Deletion of the SF1 SURP-ID does not reduce U2AF65 binding to the pre-mRNA. (A) and (B) U2AF65 UV cross-linking to AdML 3′ splice site substrates. Splicing reactions containing radio-labeled RNA with a consensus (A) or weak (B) BPS, mock or SF1-depleted (ΔSF1) extracts complemented with 2.2 pmole His6-SF1-C370 or -C302 as indicated were incubated at 30°C for 15 min. Samples were UV cross-linked, RNase A-treated and immunoprecipitated with control IgG or anti-U2AF65, as indicated. RNA–protein complexes were separated by 10% SDS-PAGE. Gels were dried and exposed to PhosphorImager screens. The top panels show representative results of triplicate experiments; quantifications are shown in the bottom panels. ‘% U2AF65-bound RNA’ indicates the percentage of the intensity of the cross-linked RNAs normalized to the RNA immunoprecipitated with anti-U2AF65 from mock-treated extract. Data are shown as mean value ± SEM.
DISCUSSION
Results from co-IP/MS experiments and Y2H screens have provided information about novel and, in part, unexpected partners of SF1. The co-IP/MS experiment demonstrated that about half of the proteins co-precipitated with SF1 from HeLa cell nuclear extracts are involved in early steps of spliceosome assembly, confirming an early role for SF1 in splicing (19,20). Surprisingly, most of the U2 snRNP-associated proteins were co-precipitated with SF1. Y2H screens revealed potential interactions of SF1 with the SURP domain-containing, U2 snRNP-associated proteins SF3a120 and CHERP, as well as the alternative splicing factor SFSWAP. Direct binding of SF1 to SURP domains of the three proteins were confirmed in GST pull-down assays and the interaction domain was mapped to an evolutionarily conserved, central region of SF1. We furthermore show that the SF1/U2 snRNP interaction is necessary for efficient spliceosome assembly, suggesting a role for SF1 in the early recruitment of the U2 snRNP to the pre-mRNA.

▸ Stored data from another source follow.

import * as z from 'zod';
import { RULE_SET_IDS } from '../hazard/rule-sets/rule-set-ids';

/** The rule sets of the engine; the engine itself checks the rest of a case. */
export const ruleSetIdSchema = z.enum(RULE_SET_IDS);

const axes = z.union([
  z.number().positive(),
  z.tuple([z.number().positive(), z.number().positive()]),
]);

/** The path of the beam to the person, as the engine takes it. */
export const pathSchema = z.union([
  z.strictObject({ kind: z.literal('direct') }),
  z.strictObject({
    kind: z.literal('lens'),
    focalLengthMm: z.number().positive(),
    diameterAtLensMm: axes.optional(),
  }),
  z.strictObject({ kind: z.literal('fiber'), numericalAperture: z.number().positive().lt(1) }),
  z.strictObject({ kind: z.literal('fiber'), modeFieldDiameterUm: z.number().positive() }),
  z.strictObject({
    kind: z.literal('diffuse'),
    reflectance: z.number().positive().max(1),
    angleDeg: z.number().min(0).lt(90),
    spotMm: z.number().positive().optional(),
  }),
]);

A novel role for SF1 in U2 snRNP recruitment
Consistent with a role for SF1 at the onset of spliceosome assembly (19,20), anti-SF1 antibodies precipitated more than half of the proteins present in early splicing complexes, compared to only 8% of proteins associated with later complexes or functioning in splicing catalysis and post-splicing events (Table 1; 2,49). However, although only five of 18 annotated A complex components were co-precipitated, almost all U2 snRNP-associated proteins were present. This finding was unexpected, since the events leading to stable pre-mRNA binding of the U2 snRNP at the time of A complex assembly are thought to trigger the release of SF1 at the same time. In S. cerevisiae SF1 (BBP) was detected in the ATP-independent commitment complex 2, but not the pre-spliceosome (14). In the human system proteins in the ≈80-kDa range, most likely representing SF1 isoforms, cross-link to the BPS in a U1 snRNP-dependent and ATP-independent manner at very early times of spliceosome assembly (78). These cross-links disappear in the presence of ATP and are replaced by cross-links to proteins of 14, 35 and 150 kDa, which persist in complex A. The 14-kDa protein is SF3b14a/p14, a U2 snRNP protein directly binding to the BPS adenosine (11,12,78). The 150-kDa protein probably represents SF3b155, a U2 snRNP component binding upstream and downstream of the BPS and interacting with the U2AF65-UHM, the same site occupied by SF1 (10,51,53). In addition, a ‘U2 mimic’, an oligoribonucleotide base-pairing to the BPS and neighboring sequences, prevents BPS binding of SF1 (3). Finally, SF1 has only been detected in small amounts in A complexes isolated from HeLa cells under physiological conditions and the material used could have contained small amounts of E complexes (79). These findings imply that the SF1/U2 snRNP interaction occurs prior to A complex formation. Since the U2 snRNP has been detected in complex E (55–57), our data strongly suggest that SF1, binding to the SURP domains of SF3a120 or CHERP, aids the initial recruitment of the U2 snRNP to the assembling spliceosome.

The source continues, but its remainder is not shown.